TASK BRIEF: Range to reproduce from the entries below: the line with "notice in passed_over)", the line with "taken.doubts.extend(passed_over)", and every line in between. Give them exactly and give nothing else.

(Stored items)
------------------------
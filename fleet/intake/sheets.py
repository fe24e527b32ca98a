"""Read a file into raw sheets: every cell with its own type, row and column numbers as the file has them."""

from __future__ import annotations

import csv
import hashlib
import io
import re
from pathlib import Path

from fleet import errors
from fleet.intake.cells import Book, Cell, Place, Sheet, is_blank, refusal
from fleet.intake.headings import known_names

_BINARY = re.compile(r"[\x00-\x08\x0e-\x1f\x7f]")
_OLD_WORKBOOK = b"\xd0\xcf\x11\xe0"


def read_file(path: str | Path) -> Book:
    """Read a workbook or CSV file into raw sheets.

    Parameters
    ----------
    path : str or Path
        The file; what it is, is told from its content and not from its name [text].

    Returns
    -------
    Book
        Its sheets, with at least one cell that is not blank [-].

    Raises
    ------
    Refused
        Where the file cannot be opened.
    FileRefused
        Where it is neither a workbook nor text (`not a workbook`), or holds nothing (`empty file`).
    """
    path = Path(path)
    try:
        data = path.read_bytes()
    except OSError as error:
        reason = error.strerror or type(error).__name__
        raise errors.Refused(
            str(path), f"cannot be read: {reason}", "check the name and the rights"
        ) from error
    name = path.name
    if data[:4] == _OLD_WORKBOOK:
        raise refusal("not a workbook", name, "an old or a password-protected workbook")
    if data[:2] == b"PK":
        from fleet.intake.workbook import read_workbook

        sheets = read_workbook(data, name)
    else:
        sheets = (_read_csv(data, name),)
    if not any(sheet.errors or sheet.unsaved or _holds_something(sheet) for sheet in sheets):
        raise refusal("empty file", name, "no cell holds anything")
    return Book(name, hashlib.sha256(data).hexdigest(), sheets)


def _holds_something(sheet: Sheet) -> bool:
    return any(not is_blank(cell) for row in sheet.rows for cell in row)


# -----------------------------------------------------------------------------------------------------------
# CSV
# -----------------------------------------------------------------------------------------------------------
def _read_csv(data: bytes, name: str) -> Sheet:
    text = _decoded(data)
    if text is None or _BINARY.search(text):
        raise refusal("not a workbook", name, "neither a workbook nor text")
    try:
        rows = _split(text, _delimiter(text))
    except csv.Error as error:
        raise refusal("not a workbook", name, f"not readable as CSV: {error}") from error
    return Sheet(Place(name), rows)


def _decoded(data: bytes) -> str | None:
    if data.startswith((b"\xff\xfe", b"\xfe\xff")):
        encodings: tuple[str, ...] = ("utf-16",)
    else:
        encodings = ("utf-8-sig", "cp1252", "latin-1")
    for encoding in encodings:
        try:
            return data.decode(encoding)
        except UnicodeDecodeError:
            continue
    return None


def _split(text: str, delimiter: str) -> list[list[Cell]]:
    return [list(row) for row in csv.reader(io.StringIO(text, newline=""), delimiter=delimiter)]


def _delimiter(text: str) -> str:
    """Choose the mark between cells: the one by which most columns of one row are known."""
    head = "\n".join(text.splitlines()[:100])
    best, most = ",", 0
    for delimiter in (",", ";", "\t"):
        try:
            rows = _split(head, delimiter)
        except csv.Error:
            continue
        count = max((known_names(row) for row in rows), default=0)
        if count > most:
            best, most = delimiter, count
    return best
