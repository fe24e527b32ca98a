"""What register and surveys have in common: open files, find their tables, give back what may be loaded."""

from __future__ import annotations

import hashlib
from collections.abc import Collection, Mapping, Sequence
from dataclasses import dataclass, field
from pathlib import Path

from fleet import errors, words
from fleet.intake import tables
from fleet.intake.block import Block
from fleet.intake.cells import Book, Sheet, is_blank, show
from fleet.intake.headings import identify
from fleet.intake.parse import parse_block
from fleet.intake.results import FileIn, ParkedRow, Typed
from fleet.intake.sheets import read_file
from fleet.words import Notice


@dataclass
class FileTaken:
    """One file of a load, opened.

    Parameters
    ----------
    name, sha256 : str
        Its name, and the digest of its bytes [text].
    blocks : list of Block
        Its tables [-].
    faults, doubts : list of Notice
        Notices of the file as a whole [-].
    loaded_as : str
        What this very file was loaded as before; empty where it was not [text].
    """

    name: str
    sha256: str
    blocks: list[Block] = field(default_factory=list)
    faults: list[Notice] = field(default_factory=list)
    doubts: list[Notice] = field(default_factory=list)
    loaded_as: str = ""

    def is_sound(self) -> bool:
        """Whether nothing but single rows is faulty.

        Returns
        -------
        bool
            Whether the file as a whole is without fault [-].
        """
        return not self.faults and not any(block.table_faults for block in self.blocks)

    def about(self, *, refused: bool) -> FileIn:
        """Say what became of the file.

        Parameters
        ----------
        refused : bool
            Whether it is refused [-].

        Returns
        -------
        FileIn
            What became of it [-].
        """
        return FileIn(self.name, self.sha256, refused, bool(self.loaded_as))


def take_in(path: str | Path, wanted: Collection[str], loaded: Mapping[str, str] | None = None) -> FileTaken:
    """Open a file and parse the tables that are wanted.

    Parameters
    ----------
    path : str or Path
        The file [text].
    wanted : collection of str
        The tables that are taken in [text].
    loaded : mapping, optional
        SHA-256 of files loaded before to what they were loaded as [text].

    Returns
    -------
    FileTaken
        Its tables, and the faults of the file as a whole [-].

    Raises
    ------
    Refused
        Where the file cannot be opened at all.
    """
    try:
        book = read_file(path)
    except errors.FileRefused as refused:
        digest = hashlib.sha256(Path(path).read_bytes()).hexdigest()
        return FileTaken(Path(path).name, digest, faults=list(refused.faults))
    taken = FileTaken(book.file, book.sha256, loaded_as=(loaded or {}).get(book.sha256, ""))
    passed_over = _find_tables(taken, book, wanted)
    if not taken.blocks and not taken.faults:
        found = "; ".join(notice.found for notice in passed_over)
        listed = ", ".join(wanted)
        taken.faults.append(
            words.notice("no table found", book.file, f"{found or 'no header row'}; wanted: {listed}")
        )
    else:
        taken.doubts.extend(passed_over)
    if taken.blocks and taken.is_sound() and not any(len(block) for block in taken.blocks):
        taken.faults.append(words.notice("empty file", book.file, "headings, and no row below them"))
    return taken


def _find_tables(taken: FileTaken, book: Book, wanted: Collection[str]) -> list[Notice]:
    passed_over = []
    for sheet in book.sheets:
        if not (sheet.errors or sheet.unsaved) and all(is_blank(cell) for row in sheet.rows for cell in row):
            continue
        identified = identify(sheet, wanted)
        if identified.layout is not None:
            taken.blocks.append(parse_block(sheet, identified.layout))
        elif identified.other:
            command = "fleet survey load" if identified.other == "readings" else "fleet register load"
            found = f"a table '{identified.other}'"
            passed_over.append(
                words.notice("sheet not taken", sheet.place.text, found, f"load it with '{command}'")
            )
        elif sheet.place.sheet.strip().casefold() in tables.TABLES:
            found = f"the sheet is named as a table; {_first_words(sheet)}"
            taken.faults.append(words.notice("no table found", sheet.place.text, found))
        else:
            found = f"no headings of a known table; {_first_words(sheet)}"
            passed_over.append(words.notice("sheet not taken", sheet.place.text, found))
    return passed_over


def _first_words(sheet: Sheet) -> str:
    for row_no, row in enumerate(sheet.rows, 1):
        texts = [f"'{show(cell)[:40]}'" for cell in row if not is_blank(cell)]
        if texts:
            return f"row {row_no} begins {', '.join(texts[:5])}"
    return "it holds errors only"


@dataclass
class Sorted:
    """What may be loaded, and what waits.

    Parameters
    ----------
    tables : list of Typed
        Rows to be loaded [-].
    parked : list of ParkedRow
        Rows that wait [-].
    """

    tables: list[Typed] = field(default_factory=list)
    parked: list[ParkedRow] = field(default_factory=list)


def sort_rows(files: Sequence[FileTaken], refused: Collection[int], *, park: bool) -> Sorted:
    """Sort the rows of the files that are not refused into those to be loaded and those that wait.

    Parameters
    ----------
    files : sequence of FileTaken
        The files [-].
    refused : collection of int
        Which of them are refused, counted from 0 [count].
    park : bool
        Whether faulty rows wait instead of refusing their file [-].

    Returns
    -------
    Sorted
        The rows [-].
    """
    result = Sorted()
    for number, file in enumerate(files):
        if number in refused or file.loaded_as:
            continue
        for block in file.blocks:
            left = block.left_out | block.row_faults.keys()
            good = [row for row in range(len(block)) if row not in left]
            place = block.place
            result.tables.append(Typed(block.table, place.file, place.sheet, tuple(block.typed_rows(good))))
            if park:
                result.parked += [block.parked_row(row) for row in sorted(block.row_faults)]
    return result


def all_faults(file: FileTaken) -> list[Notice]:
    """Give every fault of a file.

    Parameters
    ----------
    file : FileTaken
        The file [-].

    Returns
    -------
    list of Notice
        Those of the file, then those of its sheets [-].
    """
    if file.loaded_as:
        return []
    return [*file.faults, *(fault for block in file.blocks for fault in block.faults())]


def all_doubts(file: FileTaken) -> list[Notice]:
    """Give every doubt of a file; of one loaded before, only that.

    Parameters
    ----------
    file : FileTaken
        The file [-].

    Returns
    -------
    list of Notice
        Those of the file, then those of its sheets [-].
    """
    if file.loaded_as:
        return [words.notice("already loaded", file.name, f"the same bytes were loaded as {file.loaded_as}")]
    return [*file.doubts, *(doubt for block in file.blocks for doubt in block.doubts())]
------------------------
YOUR SOLUTION:
        found = "; ".join(notice.found for notice in passed_over)
        listed = ", ".join(wanted)
        taken.faults.append(
            words.notice("no table found", book.file, f"{found or 'no header row'}; wanted: {listed}")
        )
    else:
        taken.doubts.extend(passed_over)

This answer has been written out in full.